Where a line holds the word "alloys", copy it from the records.

*** Data in this exercise ***

//! Cautions that the materials of a wafer call for: short, factual, and no safety review.
//!
//! Sources: NIOSH Alert 88-100 (dust of gallium arsenide); IARC Monographs 86 (2006) (gallium
//! arsenide and indium phosphide, arsine and phosphine from acids and moisture); the rest is common
//! practice.

use crate::materials::Element;
use crate::structure::{Layer, Stack};

/// Cautions for a wafer, the last of which defers to those who are qualified.
pub(super) fn cautions(wafer: &Stack) -> Vec<&'static str> {
    let of_layers = wafer.layers.iter().flat_map(Layer::ends);
    let materials: Vec<_> = std::iter::once(&wafer.substrate).chain(of_layers).collect();
    let holds = |element: Element| {
        materials.iter().any(|material| {
            let composition = material.substance.composition();
            composition.is_some_and(|it| it.fraction(element) > 0.0)
        })
    };
    // Of a material of own numbers nobody knows what it holds.
    let is_unknown = materials
        .iter()
        .any(|material| material.substance.composition().is_none());
    let mut cautions = Vec::new();
    if holds(Element::As) || is_unknown {
        cautions.push(
            "Arsenic: cleaving, lapping and breakage make dust that holds arsenic and may cause \
             cancer when breathed in or swallowed; work wet or under extraction. Reducing acids can \
             release arsine.",
        );
    }
    if holds(Element::P) || is_unknown {
        cautions.push(
            "Phosphorus: phosphides release phosphine with moisture and acids; hydrochloric etches of \
             indium phosphide do so at once. Deposits in reactors and pumps may catch fire in air.",
        );
    }
    if holds(Element::Sb) || is_unknown {
        cautions.push("Antimony: dust is toxic; etches can release stibine.");
    }
    if holds(Element::In) {
        cautions.push(
            "Indium: dust of indium compounds, indium phosphide above all, harms the lungs and is \
             suspected to cause cancer.",
        );
    }
    if holds(Element::Al) {
        cautions.push(
            "Aluminium: cleaved and etched faces of aluminium-bearing layers oxidise; keep them \
             covered and note the time in air.",
        );
    }
    cautions.push(
        "Growth: hydrides are highly toxic and metal-organic sources catch fire in air. Any change of \
         sources or of gas budgets that this sheet would need goes through the grower's own safety \
         review first.",
    );
    cautions.push(
        "Light: pumps of photoluminescence benches, and what wafers emit, may be invisible and harm \
         the eye.",
    );
    cautions.push(
        "Waste: wafers, broken pieces, dust, wipes, slurries and spent etches go to separate, labelled \
         waste.",
    );
    cautions.push(
        "These notes replace no safety review: the rules of the site and the law go first, and those \
         who are qualified decide.",
    );
    cautions
}
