fields! {
    TOLERANCE_FIELDS, TOLERANCE_KEYS, "tolerances.", with [];
    "thick_percent" number("%", (0.01, 50.0), (1.0, 20.0)), "Thickness of thick layers",
        Usual::Number(5.0), all, "5, common practice", "thickness of layers other than the ones below";
    "confinement_percent" number("%", (0.01, 50.0), (1.0, 20.0)), "Thickness of confinement layers",
        Usual::Number(5.0), all, "5, common practice", "thickness of confinement layers";
    "active_percent" number("%", (0.01, 50.0), (0.5, 10.0)), "Thickness of wells, barriers and steps",
        Usual::Number(4.0), all, "4, common practice", "thickness of wells, barriers and steps";
    "fraction" number("", (1e-5, 0.2), (5e-4, 0.02)), "Fraction of an element",
        Usual::Number(0.005), all, "0.005, common practice", "fraction of an element on its sublattice";
    "gap_nm" number("nm", (0.01, 500.0), (1.0, 30.0)), "Gap wavelength of bulk alloys",
        Usual::Number(10.0), all, "10, common practice", "gap wavelength of bulk alloys";
    "mismatch_ppm" number("ppm", (1.0, 50_000.0), (50.0, 2_000.0)), "Relaxed mismatch of other layers",
        Usual::Number(500.0), all, "500, common practice", "relaxed mismatch of layers other than wells, barriers and steps";
    "strain_percent" number("%", (1e-3, 5.0), (0.01, 0.3)), "Strain of wells, barriers and steps",
        Usual::Number(0.1), all, "0.1, common practice", "in-plane strain of wells, barriers and steps, absolute";
    "doping_percent" number("%", (0.1, 1_000.0), (5.0, 100.0)), "Doping",
        Usual::Number(30.0), all, "30, common practice", "density of dopants";
    "undoped_cm3" number("cm^-3", (1e12, 1e19), (1e14, 1e17)), "Undoped layers stay below",
        Usual::Number(1e16), all, "1e16, common practice", "highest net density of a layer without dopants";
}

static TARGETS: Table = Table {
    path: "order.targets",
    doc: "What the finished wafer is measured against. Peaks and angles are computed from the layers.",
    keys: TARGET_KEYS,
};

*** End of Data in this exercise ***

▶ [Solution]
    "gap_nm" number("nm", (0.01, 500.0), (1.0, 30.0)), "Gap wavelength of bulk alloys",
        Usual::Number(10.0), all, "10, common practice", "gap wavelength of bulk alloys";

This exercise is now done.